4.  I also got criticism for pulling the race card.  I see a steady stream of criticism directed at East Asia, which is far greater than what’s directed at Europe.  When I was young the rhetoric against Japan was on a completely different level of viciousness from what was directed at Germany, despite the fact that Germany also ran large deficits.  So there is nothing new about the focus on China, despite Northern Europe’s much larger CA surplus.  Many American protectionists claim that countries like Korea “cheated,” that they only got rich via mercantilist trade policies.  This despite the fact that Korea ran persistent trade deficits during its high growth years (1970s and 1980s).  Facts don’t matter, all that matters is that we perceive the East Asians to be untrustworthy, so they must be cheating at trade.  Otherwise how could they be joining the developed world?  Nor does the lack of trade barriers in Hong Kong and Singapore matter, critics will find some obscure way they indirectly intervene in trade, as if Western countries aren’t riddled with similar interventionist policies.

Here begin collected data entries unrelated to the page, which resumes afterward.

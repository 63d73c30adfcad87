/**
 * Text the navigation commands print about what they read: the header parameters of each file
 * (version, leap seconds, broadcast ionosphere and time-system corrections), and why a sample has
 * no usable record (never extrapolated past a fit interval).
 */
import { REFERENCE_WEEK_SYSTEM, type RinexNavEphemeris, type RinexNavHeader } from '@tauline/sdk/io';
import type { Instant } from '@tauline/sdk/time';
import { type Stamp, stampOf } from './epochs.js';

/** The header parameters of one navigation file, as printed (JSON `files[]`). */
export interface NavFileSummary {
  readonly file: string;
  readonly version: number;
  /** RINEX 2 file type (N, G, H); N for versions 3 and 4. */
  readonly fileType: string;
  readonly satelliteSystem: string;
  /** GPS − UTC leap seconds from the header, in seconds, or null when absent. */
  readonly leapSeconds: number | null;
  readonly ionosphere: readonly {
    readonly type: string;
    readonly parametersBroadcastUnits: readonly (number | null)[];
  }[];
  readonly timeSystemCorrections: readonly {
    readonly type: string;
    readonly a0: number;
    readonly a1: number;
    readonly referenceSecondsOfWeek: number;
    readonly referenceWeek: number;
    /** t_ref on the week system the type names; null where the SDK leaves it undefined (ambiguous or no week). */
    readonly reference: Stamp | null;
  }[];
}

/** File time-system code of each week system, for the stamp of t_ref (GST is `GAL` in RINEX). */
const WEEK_SYSTEM_CODE = { GPS: 'GPS', GST: 'GAL', BDT: 'BDT' } as const;

/** t_ref as a stamp on the week system its type names (REFERENCE_WEEK_SYSTEM), or null when the SDK places none. */
function referenceStamp(type: string, reference: Instant | undefined): Stamp | null {
  const system = REFERENCE_WEEK_SYSTEM[type];
  return reference === undefined || system === undefined ? null : stampOf(reference, WEEK_SYSTEM_CODE[system]);
}

/** The summary of a header (line numbers dropped: they describe the file, not the parameters). */
export function summariseNavHeader(file: string, h: RinexNavHeader): NavFileSummary {
  return {
    file,
    version: h.version,
    fileType: h.fileType,
    satelliteSystem: h.satelliteSystem,
    leapSeconds: h.leapSeconds?.current ?? null,
    ionosphere: h.ionosphere.map((p) => ({ type: p.type, parametersBroadcastUnits: p.parametersBroadcastUnits })),
    timeSystemCorrections: h.timeSystemCorrections.map((c) => ({
      type: c.type,
      a0: c.a0,
      a1: c.a1,
      referenceSecondsOfWeek: c.referenceSecondsOfWeek,
      referenceWeek: c.referenceWeek,
      reference: referenceStamp(c.type, c.reference),
    })),
  };
}

/** Units of the `files[]` fields, for the JSON `units` object. */
export const NAV_FILE_UNITS = {
  leapSeconds: 's',
  parametersBroadcastUnits:
    'as broadcast: Klobuchar α_n and β_n in s/semicircle^n (GPSA, GPSB, QZSA, BDSA, ...), Galileo a_i in sfu, sfu/degree, sfu/degree²',
  a0: 's',
  a1: 's/s',
  referenceSecondsOfWeek: 's',
  referenceWeek:
    "week number as written: GPS week for GPUT, QZGP, QZUT and RINEX 2 DELTA-UTC, BDT week for BDUT; other types' week system as the file's producer counts it",
  reference:
    "t_ref = referenceWeek + referenceSecondsOfWeek as { iso: ISO 8601 without zone, scale: GPS or BDT, the week's system }; null where the type's week system is ambiguous or absent (GAUT, GPGA, SBUT, GLONASS, IRNSS, others)",
} as const;

/** Human lines describing the header parameters, one block per file. */
export function navHeaderLines(files: readonly NavFileSummary[]): string[] {
  const out: string[] = [];
  for (const f of files) {
    const parts = [`RINEX ${f.version.toFixed(2)} ${f.fileType}`, `leap seconds ${f.leapSeconds ?? 'not given'}`];
    for (const p of f.ionosphere)
      parts.push(
        `ionosphere ${p.type} ${p.parametersBroadcastUnits.map((v) => (v === null ? 'blank' : v.toExponential(4))).join(' ')}`,
      );
    for (const c of f.timeSystemCorrections) {
      parts.push(
        `${c.type} a0 ${c.a0.toExponential(10)} s, a1 ${c.a1.toExponential(9)} s/s, t_ref ${c.referenceSecondsOfWeek} s of week ${c.referenceWeek}`,
      );
    }
    out.push(`  ${f.file}: ${parts.join('; ')}`);
  }
  return out;
}

/**
 * Why no record serves `time`: none in the files, only unhealthy ones, or `time` before the start / after the end
 * of the nearest record's fit interval (Instant arithmetic; `stamp` prints an instant, e.g. on the satellite's own
 * scale through the SDK's `formatFileEpoch`). `outsideWindow` counts the satellite's records dropped because their
 * fit interval misses the whole window. `reason` is the full sentence (JSON), `short` fits a table column.
 */
export function noRecordReason(
  records: readonly RinexNavEphemeris[],
  time: Instant,
  includeUnhealthy: boolean,
  stamp: (instant: Instant) => string,
  outsideWindow = 0,
): { reason: string; short: string } {
  if (records.length === 0 && outsideWindow > 0) {
    return {
      reason: `no record of this satellite near the requested window (${outsideWindow} record(s) in the files have fit intervals entirely outside it)`,
      short: 'no record near the window',
    };
  }
  if (records.length === 0)
    return { reason: 'no record of this satellite in the files', short: 'no record in the files' };
  const usable = includeUnhealthy ? records : records.filter((r) => r.health === 0);
  if (usable.length === 0) {
    return {
      reason:
        'no healthy record (every record of this satellite has a non-zero health word; --include-unhealthy uses them)',
      short: 'no healthy record',
    };
  }
  // The first record closest to the time (usable is not empty here).
  const distance = (r: RinexNavEphemeris) => Math.abs(time.secondsSince(r.toe));
  const nearest = usable.reduce((best, r) => (distance(r) < distance(best) ? r : best));
  const half = nearest.fitIntervalSeconds / 2;
  const start = nearest.toe.plus(-half);
  const end = nearest.toe.plus(half);
  const what = `the fit interval of the nearest healthy record (t_oe ${stamp(nearest.toe)}, fit ${nearest.fitIntervalSeconds / 3600} h`;
  if (time.isAfter(end)) {
    return {
      reason: `after the end of ${what}, valid to ${stamp(end)}): not extrapolated`,
      short: `fit interval ended ${stamp(end)}`,
    };
  }
  if (time.isBefore(start)) {
    return {
      reason: `before the start of ${what}, valid from ${stamp(start)}): not extrapolated`,
      short: `fit interval starts ${stamp(start)}`,
    };
  }
  return { reason: 'no healthy record whose fit interval covers this time', short: 'no healthy record covers t' };
}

5.  If we are going to put tariffs on countries whose reckless governmental policies are hurting the rest of the world, why not put tariffs on Greece and Italy?  And how about the US?  Doesn’t our global warming policy hurt the world?  How about our decision to launch a war against Iraq?  How about our reckless banking policies, which helped trigger a world-wide financial crisis?  How about the Fed’s tight money policy?  As David Beckworth points out, the Fed is a monetary superpower, whose actions affect the rest of the world much more than the policies of other central banks.  Don’t we need to be “taught a lesson” just like the Chinese?

6.  The only even semi-respectable argument against China’s CA surplus is the Keynesian paradox of thrift argument used by Krugman.  What’s so comical about this situation is that the average “man on the street” China-basher would be totally perplexed by the claim that saving is bad.   “You mean we are attacking the Chinese for being too thrifty, not following the foolhardy low-saving policies of our government?”  Yup.